Sunday, December 5, 2010

Down the Middle

altRoache and Burns in Middletown (Photo by Carol Rosegg)
Written by Will Eno

Directed by Ken Rus Schmol
Starring Johanna Day, David Garrison, Linus Roache, Heather Burns, Georgia Engel, Michael Park, James McMenamin, Cindy Cheung, Ed Jewett, McKenna Kerrigan, Olivia Scott, Pete Simpson

Performances through December 5, 2010
Vineyard Theatre, 100 East 15th Street

Will Eno's Middletown is not only no Our Town, which it aspires to: it's not even Urinetown. A series of skits masquerading as a full-length play, Middletown tries to be witty and insightful, but ends up middlebrow and middle of the road instead.

Set in bucolic small-town America, Middletown follows several people who are less Thornton Wilder archetypes than Eno stereotypes: there's a neighborhood cop who's obnoxious and arrogant for no apparent reason; a depressed middle-aged man, John Dodge, who strikes up a friendship with his new next-door neighbor, Mrs. Swanson, a friendly and innocently flirty younger woman; a sweet librarian nearing retirement age; and a shabbily-dressed mechanic who's always harassed by the policeman.

Eno has written Middletown in a deliberately vague way with no topical references, apparently to emphasize “universality”—only Dodge and Swanson have names. Instead of being timeless, however, the sophomoric humor emphasizes its pointlessness: indeed, the short scenes could be rearranged without damaging—or improving—the whole.

Right from its opening monologue, Eno's dialogue is arch and unfunny, with would-be epigrams and one-liners usually landing with a thud. One sketch of audience members who are watching Middletown discussing the play at intermission is placed right before the actual intermission; this self-reflexiveness is greeted by the audience as if it was an intelligent comment on today's theatergoers, which it may well be. There's also a dumb doctor who confuses his patients, thinking he's speaking with Mrs. Swenson when it's actually Mrs. Swanson, which is more a simpleminded idea than a satirical one.

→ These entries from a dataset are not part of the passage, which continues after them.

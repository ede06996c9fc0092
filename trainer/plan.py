"""TOML -> frozen data classes, with every mistake of a plan reported at once.

Decimals are exact: `gain = 0.1` means one tenth. Keys that the design has and the tool has not yet are refused with a
sentence that says so, never ignored. This module reads tables; `plan_file` opens the plan, `table` the rows.
"""

from __future__ import annotations

import hashlib
from dataclasses import dataclass
from decimal import Decimal
from fractions import Fraction
from itertools import combinations
from pathlib import Path

from runtime_min.errors import PlanError, Problem
from runtime_min.names import NAME_RULE, c_input_name, name_problem
from trainer.plan_checks import Section, decimal_text, exact, range_problem, shown
from trainer.plan_file import parsed, plan_bytes

LARGEST_SEED = 2**53 - 1
"""A seed goes into canonical JSON, which has no larger whole numbers."""

LEAST_SD = Fraction(1, 10_000)
"""Weights are kept in steps of 2^-30; a narrower prior would be lost in them."""

ARTEFACTS = ("python", "c", "onnx")


@dataclass(frozen=True)
class InputPlan:
    """One input. `levels` is empty for a number; `low` and `high` are None where the rows are to give them, and for
    levels; `assumed` says that the rows gave them."""

    name: str
    column: str
    unit: str
    low: Fraction | None
    high: Fraction | None
    outside: str
    missing: str
    levels: tuple[str, ...]
    assumed: bool


@dataclass(frozen=True)
class RowsPlan:
    """`classes` is None where the rows are to give them; `held_out` is a share, 0 included."""

    file: Path
    label: str
    classes: tuple[str, ...] | None
    held_out: Fraction
    seed: int


@dataclass(frozen=True)
class PriorPlan:
    """Sds of the standardised weights and of the intercept; None is flat."""

    sd: Fraction | None
    intercept_sd: Fraction | None


@dataclass(frozen=True)
class DecisionPlan:
    cost_false_alarm: Fraction
    cost_miss: Fraction


@dataclass(frozen=True)
class DevicePlan:
    """`tolerance`: the largest abs(log-odds error) allowed; None is no limit."""

    arithmetic: str
    tolerance: Fraction | None


@dataclass(frozen=True)
class Plan:
    """`inputs` is empty where they are to be read from the rows; `sha256` is of the file's bytes."""

    path: Path
    sha256: str
    model: str
    purpose: str
    rows: RowsPlan
    inputs: tuple[InputPlan, ...]
    prior: PriorPlan
    decision: DecisionPlan
    device: DevicePlan
    write: tuple[str, ...]


def read_plan(path: Path) -> Plan:
    """The plan in the TOML file `path`. Raises PlanError with every problem."""
    content = plan_bytes(path)
    problems: list[Problem] = []
    top = Section(str(path), parsed(path, content), problems)
    top.refuse_other_keys(
        ("model", "purpose", "rows", "input", "prior", "decision", "device", "release"),
        {"term": ("functions of inputs are", "add them to the rows as columns and name these as inputs")},
    )
    model = top.text("model", None, 'name the model, for example model = "pump"')
    if model and (problem := name_problem(model)):
        top.report("model", problem, NAME_RULE)
    rows = _rows(top.section("rows"), path.parent)
    device = _device(top.section("device"))
    inputs = tuple(_input(section, device.arithmetic) for section in _input_sections(top))
    _refuse_collisions(top, inputs, rows.label)
    plan = Plan(
        path=path,
        sha256=hashlib.sha256(content).hexdigest(),
        model=model,
        purpose=top.text("purpose", ""),
        rows=rows,
        inputs=inputs,
        prior=_prior(top.section("prior")),
        decision=_decision(top.section("decision")),
        device=device,
        write=_write(top.section("release")),
    )
    if problems:
        raise PlanError(problems)
    return plan


def _rows(section: Section, folder: Path) -> RowsPlan:
    section.refuse_other_keys(
        ("file", "label", "classes", "held_out", "seed"),
        {
            "weight": ("row weights are", "remove the key: every row counts once"),
            "group": ("splits by group are", "remove the key: rows are held out one by one"),
        },
    )
    file = section.text("file", None, "name the file of rows, a .csv")
    if "*" in file or "?" in file:
        section.report("file", f"found {shown(file)}: several files are not there yet", "put the rows into one .csv")
    elif file.lower().endswith((".npz", ".parquet")):
        section.report("file", f"found {shown(file)}: .npz and .parquet are not there yet", "write the rows as .csv")
    elif file and not file.lower().endswith(".csv"):
        section.report("file", f"found {shown(file)}", "name a .csv")
    return RowsPlan(
        file=folder / file,
        label=section.text("label", None, "name the column that holds the class"),
        classes=_classes(section),
        held_out=_held_out(section),
        seed=_seed(section),
    )


def _classes(section: Section) -> tuple[str, ...] | None:
    if "classes" not in section.table:
        return None
    todo = "list two classes, the event last"
    classes = section.texts("classes", todo)
    value = section.table["classes"]
    if isinstance(value, list) and len(value) > 2:
        section.report("classes", f"found {len(value)}: more than two are not there yet", todo)
    elif isinstance(value, list) and len(value) < 2:
        section.report("classes", f"found {len(value)}", todo)
    return classes


def _held_out(section: Section) -> Fraction:
    default = Fraction(1, 4)
    todo = "write a share of the rows from 0 to below 1"
    if isinstance(section.table.get("held_out"), str):
        found = f"found {shown(section.table['held_out'])}: a column that says which rows is not there yet"
        section.report("held_out", found, todo)
        return default
    share = section.number("held_out", default, todo)
    if not 0 <= share < 1:
        section.report("held_out", f"found {decimal_text(share)}", todo)
    return share


def _seed(section: Section) -> int:
    value = section.table.get("seed", 0)
    if isinstance(value, int) and not isinstance(value, bool) and 0 <= value <= LARGEST_SEED:
        return value
    section.report("seed", f"found {shown(value)}", f"write a whole number from 0 to {LARGEST_SEED}")
    return 0


def _input_sections(top: Section) -> list[Section]:
    tables = top.table.get("input", [])
    if not isinstance(tables, list) or not all(isinstance(table, dict) for table in tables):
        found = "one table" if isinstance(tables, dict) else shown(tables)
        top.report("input", f"found {found}", "write [[input]], in two brackets, before each input")
        return []
    sections = []
    for position, table in enumerate(tables, start=1):
        name = table.get("name")
        mark = shown(name) if isinstance(name, str) else str(position)
        sections.append(Section(f"{top.where}: [[input]] {mark}", table, top.problems))
    return sections


def _input(section: Section, arithmetic: str) -> InputPlan:
    section.refuse_other_keys(
        ("name", "column", "unit", "range", "outside", "missing", "levels"),
        {
            "counts": ("inputs in counts are", "remove the key: the device passes the value in its unit"),
            "origin": ("origins are", "remove the key: the device passes the value itself"),
        },
    )
    name = section.text("name", None, "name the input")
    if name and (problem := name_problem(name)):
        section.report("name", problem, NAME_RULE)
    unit = section.text("unit", "")
    if len(unit) > 40 or "\n" in unit:
        section.report("unit", f"found {shown(unit)}", "write a unit in one line of at most 40 characters")
    column = section.text("column", name) if "column" in section.table or name else name
    levels: tuple[str, ...] = ()
    low = high = None
    outside = section.choice("outside", "fault", ("fault", "clamp"))
    if "levels" in section.table:
        levels = _levels(section, outside)
    elif "range" in section.table:
        low, high = _range(section, arithmetic)
    return InputPlan(
        name=name,
        column=column,
        unit=unit,
        low=low,
        high=high,
        outside=outside,
        missing=section.choice("missing", "fault", ("fault", "typical")),
        levels=levels,
        assumed=False,
    )


def _levels(section: Section, outside: str) -> tuple[str, ...]:
    todo = "list two levels or more, the reference first"
    value = section.table["levels"]
    levels = section.texts("levels", todo)
    if isinstance(value, list) and len(value) < 2:
        section.report("levels", f"found {len(value)}", todo)
    for key in ("range", "unit"):
        if key in section.table:
            section.report(key, "found beside levels", "remove one of the two: a level is a position in the list")
    if outside == "clamp":
        section.report("outside", 'found "clamp" beside levels', "remove it: what is not a level is a fault")
    return levels


def _range(section: Section, arithmetic: str) -> tuple[Fraction | None, Fraction | None]:
    todo = "write [lowest, highest]"
    value = section.table["range"]
    if not isinstance(value, list) or len(value) != 2:
        section.report("range", f"found {shown(value)}", todo)
        return None, None
    limits = [exact(limit) for limit in value]
    for limit in limits:
        if isinstance(limit, str):
            section.report("range", limit, todo)
    low, high = limits
    if isinstance(low, str) or isinstance(high, str):
        return None, None
    if problem := range_problem(low, high, arithmetic):
        section.report("range", *problem)
    return low, high


def _refuse_collisions(top: Section, inputs: tuple[InputPlan, ...], label: str) -> None:
    for entry in inputs:
        if entry.column and entry.column == label:
            found = f"found {shown(label)}, which is the label"
            top.report(f"[[input]] {shown(entry.name)}: column", found, "name a measured column")
    for one, other in combinations(inputs, 2):
        pair = f"[[input]] {shown(one.name)} and {shown(other.name)}"
        if not one.name or not other.name:
            continue
        if one.name == other.name:
            top.report(f"[[input]] {shown(one.name)}", "found twice", "name each input once")
        elif c_input_name(one.name, one.unit) == c_input_name(other.name, other.unit):
            spelled = c_input_name(one.name, one.unit)
            top.report(pair, f"found two inputs that C would call {spelled}", "rename one of them")
        if one.name != other.name and one.column == other.column:
            top.report(pair, f"found the column {shown(one.column)} in both", "give each input a column of its own")


def _prior(section: Section) -> PriorPlan:
    section.refuse_other_keys(
        ("sd", "intercept_sd"),
        {"term": ("priors of single terms are", "remove the table: sd holds for every weight")},
    )
    if "sd" not in section.table:
        todo = "write sd = 1.0, a moderate prior on standardised weights, or another number, or inf"
        section.report("sd", "found nothing: choosing it from the rows is not there yet", todo)
    return PriorPlan(sd=_sd(section, "sd"), intercept_sd=_sd(section, "intercept_sd"))


def _sd(section: Section, key: str) -> Fraction | None:
    value = section.table.get(key, Decimal("inf"))
    todo = "write a number above 0, or inf for a flat prior"
    if value in ("cross-validation", "evidence"):
        section.report(key, f"found {shown(value)}, which is not there yet", todo)
        return None
    if isinstance(value, Decimal) and value == Decimal("inf"):
        return None
    sd = section.number(key, Fraction(1), todo)
    if not sd > 0:
        section.report(key, f"found {decimal_text(sd)}", todo)
    elif sd < LEAST_SD:
        found = f"found {decimal_text(sd)}, too narrow for weights kept in steps of 2^-30"
        section.report(key, found, f"write {decimal_text(LEAST_SD)} or more")
    return sd


def _decision(section: Section) -> DecisionPlan:
    section.refuse_other_keys(
        ("cost_false_alarm", "cost_miss"),
        {
            "prevalence": ("a prevalence in the field is", "remove the key: the share of events in the rows holds"),
            "no_call": ("a no-call is", "remove the key: every row is decided"),
        },
    )
    return DecisionPlan(
        cost_false_alarm=section.positive("cost_false_alarm", Fraction(1)),
        cost_miss=section.positive("cost_miss", Fraction(1)),
    )


def _device(section: Section) -> DevicePlan:
    section.refuse_other_keys(
        ("arithmetic", "tolerance"),
        {"compiler": ("a compiler of your own is", "remove the key: the C header is checked with gcc and clang")},
    )
    return DevicePlan(
        arithmetic=section.choice("arithmetic", "binary32", ("binary32", "binary64"), later=("int16", "int32")),
        tolerance=section.positive("tolerance", Fraction(1)) if "tolerance" in section.table else None,
    )


def _write(section: Section) -> tuple[str, ...]:
    section.refuse_other_keys(
        ("write",),
        {"real_rows": ("real rows in a release are", "remove the key: vectors are invented within the ranges")},
    )
    if "write" not in section.table:
        return ARTEFACTS
    todo = f"list some of {', '.join(ARTEFACTS)}"
    asked = section.texts("write", todo)
    for name in asked:
        if name not in ARTEFACTS:
            section.report("write", f"found {shown(name)}", todo)
    if section.table["write"] == []:
        section.report("write", "found an empty list", todo)
    return tuple(name for name in ARTEFACTS if name in asked)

Director Ken Rus Schmoll decently puts his talented cast through its paces, but he's unable to fashion a cohesive whole out of such scattershot meanderings. Heather Burns is always a beguiling stage presence, but she has little to play with as Mrs. Swanson; likewise Linus Roache, who always suggests a more intelligent Dodge than Eno has written. It's true that Georgia Engel—best-known as the ditzy Georgette on The Mary Tyler Moore Show—gets laughs every time she opens her mouth, but that's due more to her distinctively breathy voice than what she's saying.